Aber ich schau mal auf die Werbung oben, ob es mit deren Demo-Versionen auch ne Simulation gibt. Mal sehen.

Wenn trotzdem jemand was hat...

Thomas


----------



## afk (29 September 2006)

thomass5 schrieb:


> Wo ich eigentlich S7 Lite nehmen wollte.

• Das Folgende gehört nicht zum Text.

#!/usr/bin/env python3
"""make_archive.py - writes import/demo/archive/, the INVENTED demo compilation
(import/demo/occurrences.csv) as an unpacked Darwin Core Archive:

    python3 import/demo/make_archive.py

The archive holds the same occurrences as the CSV, spread the way archives
published elsewhere spread them, so `bathychron import` of the folder (or of
a zip of it) stores the same occurrences as the CSV:

  occurrence.txt          tab-separated core, no quote character, one header line;
                          Darwin Core terms, the project's own terms under
                          https://bathychron.invalid/terms/, the extra column
                          collectorNotes under https://bathychron.invalid/columns/
  measurementorfact.txt   MeasurementOrFact extension: numeric palaeodepths
                          ("minimum palaeodepth", "maximum palaeodepth", or one
                          "palaeodepth" row when both ends agree) in m, and the
                          preservation mode ("preservation mode")
  chronometricage.txt     ChronometricAge extension: numeric ages, most in Ma,
                          every third one in ka (the importer converts to Ma)
  eml.xml                 dataset metadata (EML 2.1.1), recorded with the batch

Values that are not plain numbers (a deliberately bad depth such as "deep")
stay in the core, so the deliberately bad rows are quarantined for the same
reasons as from the CSV.
"""
import csv
import os

here = os.path.dirname(os.path.abspath(__file__))
out = os.path.join(here, "archive")
DWC = "http://rs.tdwg.org/dwc/terms/"
OWN = "https://bathychron.invalid/terms/"
COLS = "https://bathychron.invalid/columns/"
CHRONO = "http://rs.tdwg.org/chrono/terms/"
OWN_TERMS = {"taxonGroup", "minimumPaleodepthInMeters", "maximumPaleodepthInMeters",
             "depositionalEnvironment", "preservationMode"}
MOVED = {"preservationMode", "earliestChronometricAge", "latestChronometricAge"}

with open(os.path.join(here, "occurrences.csv"), encoding="utf-8", newline="") as f:
    reader = csv.reader(f)
    header = next(reader)
    rows = list(reader)


def is_number(s):
    try:
        float(s)
        return True
    except ValueError:
        return False


def term(col):
    if col in OWN_TERMS:
        return OWN + col
    if col == "collectorNotes":
        return COLS + col
    return DWC + col


core_cols = [c for c in header if c not in MOVED]
os.makedirs(out, exist_ok=True)
mof = [["coreid", "measurementType", "measurementValue", "measurementUnit"]]
chrono = [["coreid", "earliestChronometricAge", "earliestChronometricAgeReferenceSystem",
           "latestChronometricAge", "latestChronometricAgeReferenceSystem"]]
core = [["id"] + core_cols]
n_chrono = 0
for i, r in enumerate(rows):
    d = dict(zip(header, r))
    rid = "r%04d" % (i + 1)
    lo, hi = d["minimumPaleodepthInMeters"], d["maximumPaleodepthInMeters"]
    if lo and hi and lo == hi and is_number(lo):
        mof.append([rid, "palaeodepth", lo, "m"])
        d["minimumPaleodepthInMeters"] = d["maximumPaleodepthInMeters"] = ""
    else:
        if lo and is_number(lo):
            mof.append([rid, "minimum palaeodepth", lo, "m"])
            d["minimumPaleodepthInMeters"] = ""
        if hi and is_number(hi):
            mof.append([rid, "maximum palaeodepth", hi, "m"])
            d["maximumPaleodepthInMeters"] = ""
    if d["preservationMode"]:
        mof.append([rid, "preservation mode", d["preservationMode"], ""])
    e, l = d["earliestChronometricAge"], d["latestChronometricAge"]
    if e or l:
        n_chrono += 1
        if n_chrono % 3 == 0:
            def ka(v):
                return ("%.6f" % (float(v) * 1000)).rstrip("0").rstrip(".") if v else ""
            chrono.append([rid, ka(e), "ka" if e else "", ka(l), "ka" if l else ""])
        else:
            chrono.append([rid, e, "Ma" if e else "", l, "Ma" if l else ""])
    core.append([rid] + [d[c] for c in core_cols])


def write_tab(name, table):
    with open(os.path.join(out, name), "w", encoding="utf-8", newline="") as f:
        for row in table:
            assert not any("\t" in v or "\n" in v for v in row), row
            f.write("\t".join(row) + "\n")


write_tab("occurrence.txt", core)
write_tab("measurementorfact.txt", mof)
write_tab("chronometricage.txt", chrono)

ATTRS = ('encoding="UTF-8" fieldsTerminatedBy="\\t" linesTerminatedBy="\\n" '
         'fieldsEnclosedBy="" ignoreHeaderLines="1"')
meta = ['<?xml version="1.0" encoding="UTF-8"?>',
        '<archive xmlns="http://rs.tdwg.org/dwc/text/" metadata="eml.xml">',
        '  <core rowType="%sOccurrence" %s>' % (DWC, ATTRS),
        '    <files><location>occurrence.txt</location></files>',
        '    <id index="0"/>']
for k, c in enumerate(core_cols):
    meta.append('    <field index="%d" term="%s"/>' % (k + 1, term(c)))
meta.append('    <field term="%sbasisOfRecord" default="FossilSpecimen"/>' % DWC)
meta += ['  </core>',
         '  <extension rowType="%sMeasurementOrFact" %s>' % (DWC, ATTRS),
         '    <files><location>measurementorfact.txt</location></files>',
         '    <coreid index="0"/>',
         '    <field index="1" term="%smeasurementType"/>' % DWC,
         '    <field index="2" term="%smeasurementValue"/>' % DWC,
         '    <field index="3" term="%smeasurementUnit"/>' % DWC,
         '  </extension>',
         '  <extension rowType="%sChronometricAge" %s>' % (CHRONO, ATTRS),
         '    <files><location>chronometricage.txt</location></files>',
         '    <coreid index="0"/>']
for k, c in enumerate(chrono[0][1:]):
    meta.append('    <field index="%d" term="%s%s"/>' % (k + 1, CHRONO, c))
meta += ['  </extension>', '</archive>', '']
with open(os.path.join(out, "meta.xml"), "w", encoding="utf-8") as f:
    f.write("\n".join(meta))

with open(os.path.join(out, "eml.xml"), "w", encoding="utf-8") as f:
    f.write("""<?xml version="1.0" encoding="UTF-8"?>
<eml:eml xmlns:eml="eml://ecoinformatics.org/eml-2.1.1" packageId="bathychron-demo-1" system="bathychron">
  <dataset>
    <title>Invented sea-lily occurrences, Jurassic to Neogene (bathychron demo)</title>
    <creator><individualName><givenName>Orla</givenName><surName>Marrowby</surName></individualName></creator>
    <contact><individualName><givenName>Orla</givenName><surName>Marrowby</surName></individualName></contact>
    <abstract><para>An INVENTED literature compilation for demonstrating bathychron: taxa,
    localities, people and references are fictitious. Palaeodepths are interpretations, not
    measurements.</para></abstract>
  </dataset>
</eml:eml>
""")
print("wrote %s: %d occurrences, %d measurement rows, %d chronometric ages"
      % (out, len(rows), len(mof) - 1, len(chrono) - 1))
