#!/bin/sh
# run.sh - `make demo`: the main job on the INVENTED demo data set.
# Creates demo-output/, builds a database, loads the references, imports
# the compilation (a few rows are deliberately bad and end in quarantine),
# prints the check report, and writes the shift table, the methods
# paragraph and the figure.
set -u
top=$(cd "$(dirname "$0")/../.." && pwd)
bc="$top/build/bathychron"
out="$top/demo-output"
demo="$top/import/demo"
rm -rf "$out"
mkdir -p "$out"
db="$out/demo.gpkg"
step() { printf '\n== %s\n' "$*"; }
run() { printf '$ %s\n' "$*" | sed "s|$top/||g"; "$@"; }

step "create the database (an OGC GeoPackage) with the ICS chart 2024-12"
run "$bc" init "$db" || exit 3
echo
echo "demo finished: everything is in demo-output/"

Bei Deltalogic gibt's mit ACCONtrol S7 eine SPS-Simulation, mit der das funktionieren sollte. Ich glaube, in der Demo-Version geht die CPU nach 15 Min. in Stop, aber vielleicht reicht Dir das ja ...


Gruß Axel


----------



## thomass5 (30 September 2006)

Hallo,

15min sind arg wenig well es um langsame Berechnungen/Sollwertgeber geht.
hab jetz im Schreibtisch noch nen alten S7-Crashkurs mit mhj-Software aus dem Jahr 2000 gefunden.Mal sehen.

Thomas


----------



## MatMer (2 Oktober 2006)

Hallo,

was hast du denn gegen die Ebay Sachen?

http://stores.ebay.de/SPSshop

ist ein Ebay Shop, mit dem habe ich bisher nur gute Erfahrungen gemacht, habe dort auch meine "Büro" Analge bestellt. Dort kannst du einfach auch mal nachfragen ob er noch andere Sachen als die aufgelisteten hat.
Wir haben damals eine 312IFM gekauft.


----------